In Chapter V, we see Lord Attlee ordering replacement of the experienced Viceroy Lord Waveall by Lord Mountbatten — a complete stranger to India. On 18th April, 1947, Mountbatten met the Sikh leaders — Master Tara Singh, Giani Kartar Singh and Baldev Singh, who proposed the transfer of Hindu and Sikh populations into East Punjab along with partition of Punjab into East Punjab and West Punjab.

In Chapter VI is detailed important correspondence between Penderal Moon and Lord Ismay. Moon suggested that Sikhs should join Pakistan. Consequently, two meetings between Mr Jinnah and Maharaja Yadvinder Singh and later Master Tara Singh and others were arranged, but no agreement could be reached.

Chapter VII is centred around the author’s meeting with Lord Patrick Spence, who in 1947, was Chief Justice of the Federal Court at Delhi and who chaired the Arbitration Tribunal set up druing 1947. His term expired on 31st March, 1948. Lord Spence’s comments are brief and incisive :
1) The main cause of the turmoil was Britain’s undue haste to quit. Age old ties were broken in a few days. Our old promises and policies were thrown aside in our hurry to get out of India.
2) It would have been far better if Indian leaders had been called to London, and told that Britain would frame the first constitution for them.

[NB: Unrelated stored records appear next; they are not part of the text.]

package clipramp.circuit;

import java.util.Optional;

/**
 * How the pulse reaches the gate, and what is asked of it.
 *
 * @param coupling direct or by a pulse transformer
 * @param series R_G, base one (or secondary) to gate, ohm, 0 or more
 * @param shunt R_GK, gate to cathode, ohm, if there is one
 * @param overdrive how many times the trigger current is wanted, 1 or more
 * @param chargeSeconds gate charge wanted, as trigger current times this time, s, 0 or more
 * @param polarity sign of the pulse at the gate
 * @param transformer the pulse transformer, with transformer coupling only
 */
public record GateDrive(
        Coupling coupling,
        Part series,
        Optional<Part> shunt,
        double overdrive,
        double chargeSeconds,
        Polarity polarity,
        Optional<PulseTransformer> transformer) {
    /** How base one and gate are joined. */
    public enum Coupling {
        /** By R_G alone. */
        DIRECT("direct"),
        /** By a pulse transformer, and R_G behind each secondary. */
        TRANSFORMER("transformer");

        private final String word;

        Coupling(String word) {
            this.word = word;
        }

        /** The word that stands in a design file. */
        public String word() {
            return word;
        }
    }

    /** Sign of the gate pulse against the cathode or main terminal one. */
    public enum Polarity {
        /** Into the gate. */
        POSITIVE("positive"),
        /** Out of the gate, which a triac takes. */
        NEGATIVE("negative");

        private final String word;

        Polarity(String word) {
            this.word = word;
        }

        /** The word that stands in a design file. */
        public String word() {
            return word;
        }
    }

    /** @throws IllegalArgumentException outside the stated ranges, or where coupling and transformer do not agree */
    public GateDrive {
        if (!(overdrive >= 1)) {
            throw new IllegalArgumentException("gate overdrive must be 1 or more, is " + overdrive);
        }
        Require.notNegative("gate charge time", chargeSeconds);
        if (transformer.isPresent() != (coupling == Coupling.TRANSFORMER)) {
            throw new IllegalArgumentException("a pulse transformer goes with transformer coupling, and only with it");
        }
    }
}
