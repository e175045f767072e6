package clipramp.circuit;

import java.util.List;

/**
 * The alternating line. v(t) = sqrt(2) V [sin wt + sum of share_k sin(k wt + phase_k)].
 *
 * @param volts rms of the fundamental, V
 * @param hertz frequency, Hz
 * @param lowVolts lowest rms that the design must work at, V
 * @param highVolts highest rms that the design must work at, V
 * @param harmonics shares of the fundamental, may be empty
 */
public record Line(double volts, double hertz, double lowVolts, double highVolts, List<Harmonic> harmonics) {
    /**
     * @param order 2 or more
     * @param share amplitude as a fraction of the fundamental, 0..1
     * @param phaseRad phase at the fundamental's positive-going zero, in the harmonic's own angle
     */
    public record Harmonic(int order, double share, double phaseRad) {
        public Harmonic {
            if (order < 2 || order > 100) {
                throw new IllegalArgumentException("harmonic order must lie in 2..100, is " + order);
            }
            Require.fraction("harmonic share", share);
            Require.finite("harmonic phase", phaseRad);
        }
    }

    public Line {
        Require.positive("line voltage", volts);
        Require.positive("line frequency", hertz);
        Require.positive("low line voltage", lowVolts);
        Require.positive("high line voltage", highVolts);
        if (lowVolts > volts || highVolts < volts) {
            throw new IllegalArgumentException(
                    "line voltages out of order: low " + lowVolts + ", nominal " + volts + ", high " + highVolts);
        }
        harmonics = List.copyOf(harmonics);
    }

    /**
     * The line's voltage at an angle.
     *
     * @param fundamentalVolts rms of the fundamental, V
     * @param thetaRad angle from the positive-going zero of the fundamental, rad
     * @return V
     */
    public double voltsAt(double fundamentalVolts, double thetaRad) {
        double sum = Math.sin(thetaRad);
        for (Harmonic harmonic : harmonics) {
            sum += harmonic.share() * Math.sin(harmonic.order() * thetaRad + harmonic.phaseRad());
        }
        return Math.sqrt(2) * fundamentalVolts * sum;
    }

    /** True rms of the line over the rms of its fundamental: sqrt(1 + sum of shares squared). */
    public double rmsFactor() {
        return Math.sqrt(
                1 + harmonics.stream().mapToDouble(h -> h.share() * h.share()).sum());
    }

    /** Largest magnitude of the line voltage, V, for an rms of the fundamental in V; to 1e-6 of it with harmonics. */
    public double crestVolts(double fundamentalVolts) {
        if (harmonics.isEmpty()) {
            return Math.sqrt(2) * fundamentalVolts;
        }
        int highest = harmonics.stream().mapToInt(Harmonic::order).max().orElse(1);
        int samples = 2000 * highest;
        double crest = 0;
        for (int i = 0; i < samples; i++) {
            crest = Math.max(crest, Math.abs(voltsAt(fundamentalVolts, 2 * Math.PI * i / samples)));
        }
        return crest;
    }
}
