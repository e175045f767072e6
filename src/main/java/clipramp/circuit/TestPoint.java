package clipramp.circuit;

/**
 * Where a probe is put: the same names in the drawing, in the record and in fault tables. The words of each say which node
 * it is and against what it is read.
 */
public enum TestPoint {
    TP0("firing common, the reference of TP1 to TP3"),
    TP1("clipped supply"),
    TP2("ramp, at the trigger device's emitter or anode"),
    TP3("base one, or the programmable device's cathode"),
    TP4("gate, against the thyristor's cathode or main terminal one"),
    TP5("thyristor's anode or main terminal two, against its cathode or main terminal one");

    private final String place;

    TestPoint(String place) {
        this.place = place;
    }

    /** Which node it is and against what it is read, in words. */
    public String place() {
        return place;
    }
}
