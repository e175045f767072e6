package clipramp.circuit;

import java.util.OptionalDouble;

/**
 * The clipping zener: i_Z = max(0, (V_S - V_Z0)/r_z) with V_Z0 = V_Z - r_z I_ZT.
 *
 * @param id profile or in-place name
 * @param volts V_Z, at the test current and 25 °C, V, above 0
 * @param testCurrentAmps I_ZT, A, 0 or more
 * @param slopeOhms r_z, ohm, above 0
 * @param driftPerKelvin relative drift of V_Z from 25 °C, 1/K
 * @param ratedWatts rated dissipation, W, if stated
 */
public record Zener(
        String id,
        Characteristic volts,
        double testCurrentAmps,
        double slopeOhms,
        double driftPerKelvin,
        OptionalDouble ratedWatts) {
    /** @throws IllegalArgumentException outside the stated ranges */
    public Zener {
        Require.positive("zener voltage", volts.nominal());
        Require.notNegative("zener test current", testCurrentAmps);
        Require.positive("zener slope", slopeOhms);
        Require.finite("zener drift", driftPerKelvin);
    }
}
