package clipramp.circuit;

import java.util.Optional;

/**
 * The potentiometer, wired as a variable resistor.
 *
 * @param track track resistance, ohm, above 0
 * @param endOhms what is left at the low end, ohm, 0 or more
 * @param law track share against rotation
 * @param sense whether the resistance grows or falls clockwise
 * @param shunt resistor across the used section, if there is one
 */
public record Pot(Part track, double endOhms, PotLaw law, Sense sense, Optional<Part> shunt) {
    /** Which way the resistance goes when the knob is turned clockwise. */
    public enum Sense {
        /** Clockwise is more ohms, so later firing. */
        RISING("rising"),
        /** Clockwise is fewer ohms, so more power. */
        FALLING("falling");

        private final String word;

        Sense(String word) {
            this.word = word;
        }

        /** The word that stands in a design file. */
        public String word() {
            return word;
        }
    }

    /** @throws IllegalArgumentException outside the stated ranges */
    public Pot {
        Require.positive("pot track", track.value());
        Require.notNegative("pot end resistance", endOhms);
    }

    /**
     * Share of the track in use.
     *
     * @param position 0 fully anticlockwise .. 1 fully clockwise
     * @return 0..1
     * @throws IllegalArgumentException where the position lies outside 0..1
     */
    public double trackShare(double position) {
        Require.fraction("knob position", position);
        return law.share(sense == Sense.RISING ? position : 1 - position);
    }

    /**
     * Resistance of the used section: end + track x share, with the shunt across it.
     *
     * @param share share of the track, 0..1
     * @param endOhms end resistance, ohm
     * @param trackOhms track, ohm
     * @param shuntOhms shunt, ohm; POSITIVE_INFINITY for none
     * @return ohm
     */
    public static double ohms(double share, double endOhms, double trackOhms, double shuntOhms) {
        double used = endOhms + trackOhms * share;
        // Nothing across nothing is nothing: a trimmer alone may be turned to zero.
        return used == 0 || Double.isInfinite(shuntOhms) ? used : used * shuntOhms / (used + shuntOhms);
    }
}
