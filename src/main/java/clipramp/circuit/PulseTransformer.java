package clipramp.circuit;

import java.util.OptionalDouble;

/**
 * Pulse transformer between base one and the gate or gates.
 *
 * @param ratio n, primary over secondary turns, above 0
 * @param secondaries one or two
 * @param magnetisingHenries L_m at the primary, H, above 0
 * @param primaryOhms primary winding resistance, ohm, 0 or more
 * @param secondaryOhms resistance of one secondary, ohm, 0 or more
 * @param clampDiode whether a diode clamps the primary
 * @param voltSeconds rated volt-seconds at the primary, Vs, if stated
 */
public record PulseTransformer(
        double ratio,
        int secondaries,
        double magnetisingHenries,
        double primaryOhms,
        double secondaryOhms,
        boolean clampDiode,
        OptionalDouble voltSeconds) {
    /** @throws IllegalArgumentException outside the stated ranges */
    public PulseTransformer {
        Require.positive("transformer ratio", ratio);
        Require.positive("magnetising inductance", magnetisingHenries);
        Require.notNegative("primary resistance", primaryOhms);
        Require.notNegative("secondary resistance", secondaryOhms);
        if (secondaries != 1 && secondaries != 2) {
            throw new IllegalArgumentException("a pulse transformer has one or two secondaries, not " + secondaries);
        }
    }
}
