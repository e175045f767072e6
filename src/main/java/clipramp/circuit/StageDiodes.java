package clipramp.circuit;

/**
 * One diode in the load's path, of the stage's bridge or freewheeling: v = drop + slope i.
 *
 * @param dropVolts threshold of the forward drop, V, 0 or more
 * @param slopeOhms forward slope resistance, ohm, 0 or more
 */
public record StageDiodes(double dropVolts, double slopeOhms) {
    /** @throws IllegalArgumentException outside the stated ranges */
    public StageDiodes {
        Require.notNegative("stage diode drop", dropVolts);
        Require.notNegative("stage diode slope", slopeOhms);
    }
}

He also criticises the constitution of the Boundary Commission : “Why appoint an outsider as Chairman, who knew nothing about the people of the area or about their language or about the geography of the area.”

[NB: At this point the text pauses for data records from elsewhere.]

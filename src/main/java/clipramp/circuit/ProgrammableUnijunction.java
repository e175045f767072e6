package clipramp.circuit;

import java.util.List;
import java.util.OptionalDouble;

/**
 * Programmable unijunction transistor, data-sheet figures at 25 °C; three of them depend on the divider's resistance.
 *
 * @param id profile or in-place name
 * @param offsetVolts V_T, peak-point voltage above the divider's, against gate resistance, V
 * @param forwardVolts V_F at the forward current, V
 * @param forwardAmps current of V_F, A
 * @param peakCurrentAmps I_P against gate resistance, A
 * @param valleyCurrentAmps I_V against gate resistance at 10 V, A
 * @param limits absolute ratings
 */
public record ProgrammableUnijunction(
        String id,
        List<AtGateResistance> offsetVolts,
        Characteristic forwardVolts,
        double forwardAmps,
        List<AtGateResistance> peakCurrentAmps,
        List<AtGateResistance> valleyCurrentAmps,
        Limits limits) {

    /**
     * @param gateOhms parallel of both divider resistors, ohm
     * @param value what is tabulated
     */
    public record AtGateResistance(double gateOhms, Characteristic value) {
        public AtGateResistance {
            Require.positive("gate resistance", gateOhms);
        }
    }

    /**
     * @param anodeVolts either way between anode and cathode, V
     * @param gateReverseVolts V
     * @param meanAmps dc anode current, A
     * @param peakAmps peak anode current, A
     * @param peakSeconds pulse length of the peak current, s
     * @param watts dissipation at 25 °C, W
     * @param deratingWattsPerKelvin what the dissipation loses above 25 °C, W/K
     * @param dischargeJoules energy that a capacitor may give it, J
     */
    public record Limits(
            OptionalDouble anodeVolts,
            OptionalDouble gateReverseVolts,
            OptionalDouble meanAmps,
            OptionalDouble peakAmps,
            OptionalDouble peakSeconds,
            OptionalDouble watts,
            OptionalDouble deratingWattsPerKelvin,
            OptionalDouble dischargeJoules) {}

    public ProgrammableUnijunction {
        offsetVolts = sorted(offsetVolts);
        peakCurrentAmps = sorted(peakCurrentAmps);
        valleyCurrentAmps = sorted(valleyCurrentAmps);
        Require.positive("forward voltage", forwardVolts.nominal());
        Require.positive("forward current", forwardAmps);
    }

    private static List<AtGateResistance> sorted(List<AtGateResistance> table) {
        if (table.isEmpty()) {
            throw new IllegalArgumentException("a table against gate resistance needs at least one row");
        }
        return table.stream()
                .sorted(java.util.Comparator.comparingDouble(AtGateResistance::gateOhms))
                .toList();
    }
}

At the Shimla Conference, Mountbatten asked E. Jenkins, M.A. Jinnah and Pt. Nehru about the feasibility of the exchange of population in Punjab. The replies of the three make interesting reading.

Chapter VIII is centred around the views of Francis Mudie who served as Governor of West Punjab in 1947, and had personal contact with Jinnah. Here also we read about the frantic efforts of Giani Kartar Singh and Justice Harnam Singh to salvage something from the grasping hands of M.A. Jinnah and Pt. Nehru. The Sikhs had no spokesman to plead their case. Major James Short, who was brought in at the last hour, was no match for the high calibred V.P. Menon and Lord Ismay. We read here how till the end Pt. Nehru was saying : “There is no great urgency for an exchange of populations.”

Chapter IX deals with the recommendations of the Boundary Commission and how Giani Kartar Singh and Sardar Harnam Singh’s last minute efforts paid off in saving the Tehsils of Zira and Firozepur for East Punjab.

Chapter X details the diligence of Francis Mudie, the Governor of West Punjab, urging the Sikhs to go out of Pakistan. Mob fury was at its worst and the slaughter of the Sikhs was urged on by the greed to acquire the abandoned properties and lands. Newspaper reports of the day are quoted describing the holocaust as the biggest tragedy ever enacted in the history of man.

Chapter XI is a stirring account of the heroism displayed by an Akali, Chakar Kaur Singh, in rescuing stranded women and children from Pakistan as recorded in his diary.

The last Chapter is an evaluation by the author of the whole exercise of Partition from the Sikh viewpoint and of the technical failures of Sikh leaders at the top to put up a convincing case for securing their “promised” homeland. In brief, it can be ascribed to a lack of clear goal and to poor advocacy. They made good agitators, but poor negotiators. Their first blunder was to take the promises of Nehru and Mahatma Gandhi at their face value, and forget the fact that politics is frequently divorced from all ideals of truth and morality. Sardar Baldev Singh’s failure to grasp the early (1946) offer of a Sikh majority state comprising Patiala, Nabha, Faridkot, Jind and Kapurthala as a starting point, and to work and expand on that idea has also been mentioned.

All in all, this book is an authentic and absorbing account of the eventful days from 1942-1948, when the political future of the Sikhs was sealed by the harsh demands of M.A. Jinnah on the one hand and the wily schemes of the Congress on the other.